The second and fifth term of a geometric progression are 1 and⅛ respectively find the right term
Let the first term of the geometric progression be a and the common ratio be r. Then we have:
Second term = ar = 1
Fifth term = ar^4 = 1/8
Dividing the second equation by the first, we get:
ar^3 = (1/8)/(1) = 1/8
Multiplying the second equation by r^3, we get:
ar^3 = a*r^4 = (1/8)*r^3
Substituting the value of ar^3 from the first equation into the second equation, we get:
1/8 = (1/8)*r^3
Simplifying, we get:
r^3 = 1
Taking the cube root of both sides, we get:
r = 1
Substituting this value of r into the first equation, we get:
a*1 = 1
So, the first term of the geometric progression is 1.
Now, we need to find the right term. Let n be the number of terms in the progression.

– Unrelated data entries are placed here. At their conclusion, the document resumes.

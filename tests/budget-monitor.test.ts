import { describe, expect, it } from 'vitest';
import { HushInputError, MAX_COUPLING, intensityErrorFromAmplitude, maxResonantCoupling, requiredAmplitude } from '../src/physics';

describe('monitor kind (physics.md §7)', () => {
  it("'intensity' is today's model, bit for bit (the default)", () => {
    for (const o of [{}, { coupling: 0.3 }, { faces: 4, phase: 'random' as const }, { share: 0.5 }]) {
      for (const eps of [1e-6, 1e-2, 0.5]) {
        expect(requiredAmplitude({ intensityError: eps, monitor: 'intensity', ...o })).toBe(requiredAmplitude({ intensityError: eps, ...o }));
      }
    }
    // The value before the monitor kind was added (same double): 0.01/(√1.01 + 1), √1.01 − 1 without cancellation.
    expect(requiredAmplitude({ intensityError: 0.01 })).toBe(0.01 / (Math.sqrt(1.01) + 1));
    expect(requiredAmplitude({ intensityError: 0.01 })).toBe(0.0049875621120890265);
  });
  it("'flux': counter-propagating waves carry flux |E|²(1 − A²), so ε = c²|r|² (brute force over the echo phase)", () => {
    // Flux of E = 1 + A·e^{iφ} forward-and-back: S ∝ |forward|² − |backward|², independent of φ (the cross term cancels).
    const A = 0.07;
    for (const phi of [0, 1, 2, 3]) {
      const forward = 1;
      const backward = A * A * (Math.cos(phi) ** 2 + Math.sin(phi) ** 2);
      expect(Math.abs(forward - backward - 1)).toBeCloseTo(A * A, 15);
    }
    expect(requiredAmplitude({ intensityError: 0.01, monitor: 'flux' })).toBeCloseTo(0.1, 15);
    expect(requiredAmplitude({ intensityError: 0.01, monitor: 'flux', coupling: 0.5, faces: 2 })).toBeCloseTo(0.1, 15);
    expect(intensityErrorFromAmplitude(0.1, { monitor: 'flux' })).toBeCloseTo(0.01, 15);
    // Random phases: the mean of |Σ r_i e^{iφ_i}|² is K·|r|² (derived), so |r| may be √K larger than worst case's 1/K.
    expect(requiredAmplitude({ intensityError: 0.01, monitor: 'flux', faces: 4, phase: 'random' })).toBeCloseTo(0.05, 15);
    // 1 % needs |r| = 0.1 at a flux monitor, 20 times the 5e-3 a field probe needs.
    expect(requiredAmplitude({ intensityError: 0.01, monitor: 'flux' }) / requiredAmplitude({ intensityError: 0.01 })).toBeCloseTo(20.05, 2);
  });
  it('round trips for flux monitors', () => {
    for (const o of [{}, { coupling: 3, faces: 2 }, { phase: 'random' as const, faces: 3, share: 0.2 }]) {
      for (const eps of [1e-8, 1e-3, 0.2]) {
        const r = requiredAmplitude({ intensityError: eps, monitor: 'flux', ...o });
        expect(intensityErrorFromAmplitude(r, { monitor: 'flux', ...o }) / eps).toBeCloseTo(1, 12);
      }
    }
  });
  it('rejects an unknown monitor', () => {
    expect(() => requiredAmplitude({ intensityError: 0.01, monitor: 'probe' as never })).toThrow(HushInputError);
    expect(() => requiredAmplitude({ intensityError: 0.01, monitor: 'probe' as never })).toThrow(/monitor must be "intensity" or "flux" \(got "probe"\)/);
  });
});

describe('coupling above 1: an echo built up by a resonance', () => {
  it('tightens the requirement by 1/c', () => {
    expect(requiredAmplitude({ intensityError: 0.01, coupling: 10 })).toBeCloseTo((Math.sqrt(1.01) - 1) / 10, 16);
  });
  it('is bounded by the Fabry–Perot build-up 2/t ≤ 2√(1 + Q/π) (Saleh & Teich, Fundamentals of Photonics; derived in budget.ts)', () => {
    // Lossless symmetric Fabry–Perot, mirror reflectance R: on resonance the standing wave peaks at 2/t, t = √(1 − R).
    // Finesse F = π√R/(1 − R); the fundamental mode (m = 1) has Q = F, the most build-up for a given Q.
    for (const R of [0.01, 0.3, 0.9, 0.99, 0.999]) {
      const t = Math.sqrt(1 - R);
      const F = (Math.PI * Math.sqrt(R)) / (1 - R);
      expect(2 / t).toBeLessThanOrEqual(maxResonantCoupling(F) * (1 + 1e-12));
      if (R >= 0.99) expect(2 / t / maxResonantCoupling(F)).toBeGreaterThan(0.99);
    }
    expect(maxResonantCoupling(1000)).toBeCloseTo(2 * Math.sqrt(1 + 1000 / Math.PI), 14);
    expect(MAX_COUPLING).toBeCloseTo(2 * Math.sqrt(1 + 1e12 / Math.PI), 6);
    expect(() => requiredAmplitude({ intensityError: 0.01, coupling: 2e6 })).toThrow(/coupling must be at least 0.000001 and at most 1128379.167/);
    expect(intensityErrorFromAmplitude(1e-4, { coupling: 1e5 })).toBeCloseTo(10 * 12, 10);
  });
});
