import { describe, expect, it } from 'vitest';
import { HushInputError, intensityErrorFromAmplitude, requiredAmplitude, rippleFromReflection, reflectionFromRipple } from '../src/physics';

describe('accuracy budget (physics.md §1)', () => {
  it('1 % worst-case intensity error → |r| = √1.01 − 1 ≈ 4.988e-3 (derived)', () => {
    expect(requiredAmplitude({ intensityError: 0.01 })).toBeCloseTo(Math.sqrt(1.01) - 1, 15);
    expect(requiredAmplitude({ intensityError: 0.01 })).toBeCloseTo(4.988e-3, 6);
  });
  it('the amplitude, not the power, sets the error: 1 % needs ≈ 5e-3, not 1e-2 (physics.md §1)', () => {
    expect(requiredAmplitude({ intensityError: 0.01 })).toBeLessThan(0.0051);
  });
  it('round trips in both directions for every option (derived)', () => {
    for (const phase of ['worst', 'random'] as const) {
      for (const o of [{}, { coupling: 0.3 }, { faces: 4 }, { share: 0.5 }, { coupling: 0.5, faces: 2, share: 0.25 }]) {
        for (const eps of [1e-4, 1e-2, 0.3]) {
          const r = requiredAmplitude({ intensityError: eps, phase, ...o });
          expect(intensityErrorFromAmplitude(r, { phase, ...o })).toBeCloseTo(eps, 12);
        }
      }
    }
  });
  it('random phases: RMS error √2·c|r| for small echoes, so |r| may be √2 larger than worst case (derived)', () => {
    const worst = requiredAmplitude({ intensityError: 1e-4 });
    const rms = requiredAmplitude({ intensityError: 1e-4, phase: 'random' });
    expect(rms / worst).toBeCloseTo(Math.SQRT2, 3);
    // RMS of 2A·cosφ + A² over φ, by direct averaging (independent computation).
    const A = 0.05;
    let s = 0;
    const n = 100000;
    for (let k = 0; k < n; k++) {
      const v = 2 * A * Math.cos((2 * Math.PI * (k + 0.5)) / n) + A * A;
      s += v * v;
    }
    expect(intensityErrorFromAmplitude(A, { phase: 'random' })).toBeCloseTo(Math.sqrt(s / n), 12);
  });
  it('K faces add amplitudes in the worst case and in quadrature with random phases (physics.md §1)', () => {
    expect(requiredAmplitude({ intensityError: 0.01, faces: 4 })).toBeCloseTo(requiredAmplitude({ intensityError: 0.01 }) / 4, 15);
    expect(requiredAmplitude({ intensityError: 0.01, faces: 4, phase: 'random' })).toBeCloseTo(
      requiredAmplitude({ intensityError: 0.01, phase: 'random' }) / 2,
      15,
    );
  });
  it('a coupling c ≤ 1 relaxes the requirement by 1/c; a share F tightens it (derived)', () => {
    expect(requiredAmplitude({ intensityError: 0.01, coupling: 0.5 })).toBeCloseTo(2 * (Math.sqrt(1.01) - 1), 15);
    expect(requiredAmplitude({ intensityError: 0.01, share: 0.5 })).toBeCloseTo(Math.sqrt(1.005) - 1, 15);
  });
  it('rejects bad inputs with specific messages', () => {
    const bad: [() => unknown, RegExp][] = [
      [() => requiredAmplitude({ intensityError: 0 }), /intensity error must be at least 1e-12/],
      [() => requiredAmplitude({ intensityError: -1 }), /intensity error must be at least 1e-12/],
      [() => requiredAmplitude({ intensityError: NaN }), /finite number/],
      [() => requiredAmplitude({ intensityError: 0.01, faces: 0 }), /faces must be a whole number from 1 to 6/],
      [() => requiredAmplitude({ intensityError: 0.01, share: 0 }), /share must be at least 0.000001 and at most 1/],
      [() => requiredAmplitude({ intensityError: 0.01, share: 1.5 }), /share must be at least 0.000001 and at most 1/],
      [() => requiredAmplitude({ intensityError: 0.01, coupling: 2e6 }), /coupling must be at least 0.000001 and at most 1128379.167/],
      [() => requiredAmplitude({ intensityError: 0.01, phase: 'sometimes' as 'worst' }), /phase must be "worst" or "random"/],
      [() => intensityErrorFromAmplitude(1), /amplitude reflection must be at least 0 and less than 1/],
    ];
    for (const [f, m] of bad) {
      expect(f).toThrow(HushInputError);
      expect(f).toThrow(m);
    }
  });
});

describe('ripple diagnostics (physics.md §1)', () => {
  it('peak-to-peak = 4c|r| exactly, from (1+A)² − (1−A)² (derived)', () => {
    expect(rippleFromReflection(0.01, 1e-3).peakToPeak).toBeCloseTo(0.04, 15);
    expect(rippleFromReflection(0.01, 1e-3, 1, 0.5).peakToPeak).toBeCloseTo(0.02, 15);
  });
  it('period c/(2 n_g L) (Fabry–Perot free spectral range; Saleh & Teich, Fundamentals of Photonics, Fabry–Perot resonator)', () => {
    // L = 10 µm in n_g = 4.2: FSR = 299792458/(2·4.2·1e-5) ≈ 3.569 THz
    expect(rippleFromReflection(1e-3, 1e-5, 4.2).periodHz).toBeCloseTo(299792458 / (2 * 4.2 * 1e-5), 3);
  });
  it('the inverse recovers |r| and the distance (derived)', () => {
    const fwd = rippleFromReflection(3e-3, 2.5e-6, 2, 0.8);
    const inv = reflectionFromRipple(fwd.peakToPeak, fwd.periodHz, 2, 0.8);
    expect(inv.amplitude).toBeCloseTo(3e-3, 15);
    expect(inv.distanceMetres).toBeCloseTo(2.5e-6, 18);
    expect(() => reflectionFromRipple(0, 1e12)).toThrow(/ripple peak-to-peak must be greater than 0/);
    expect(() => reflectionFromRipple(0.02, -1)).toThrow(/ripple period must be at least 0.001/);
    expect(() => reflectionFromRipple(3.9, 1e12, 1, 0.5)).toThrow(/implies \|r\| ≥ 1/);
  });
});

The nth term of a geometric progression with first term a and common ratio r is given by:
an = a*r^(n-1)
We know that the second term is 1, so:
a*r = 1
We also know that the fifth term is 1/8, so:
a*r^4 = 1/8
Dividing the second equation by the first, we get:
r^3 = 1/8
Taking the cube root of both sides, we get:
r = 1/2
Substituting this value of r into the first equation, we get:
a*(1/2) = 1
a = 2
Now, we can find the right term using the formula:
an = a*r^(n-1)
We know that the value of r is 1/2 and we need to find the value of n such that an = 2^n is the right term. So, we have:
2^n = 2*(1/2)^(n-1)
2^(n+1) = 1
n+1 = 0 (since 2^(n+1) cannot be 1 for any positive integer n)
n = -1
Since n must be a positive integer, there is no right term in this case.
Therefore, there is no solution to this problem.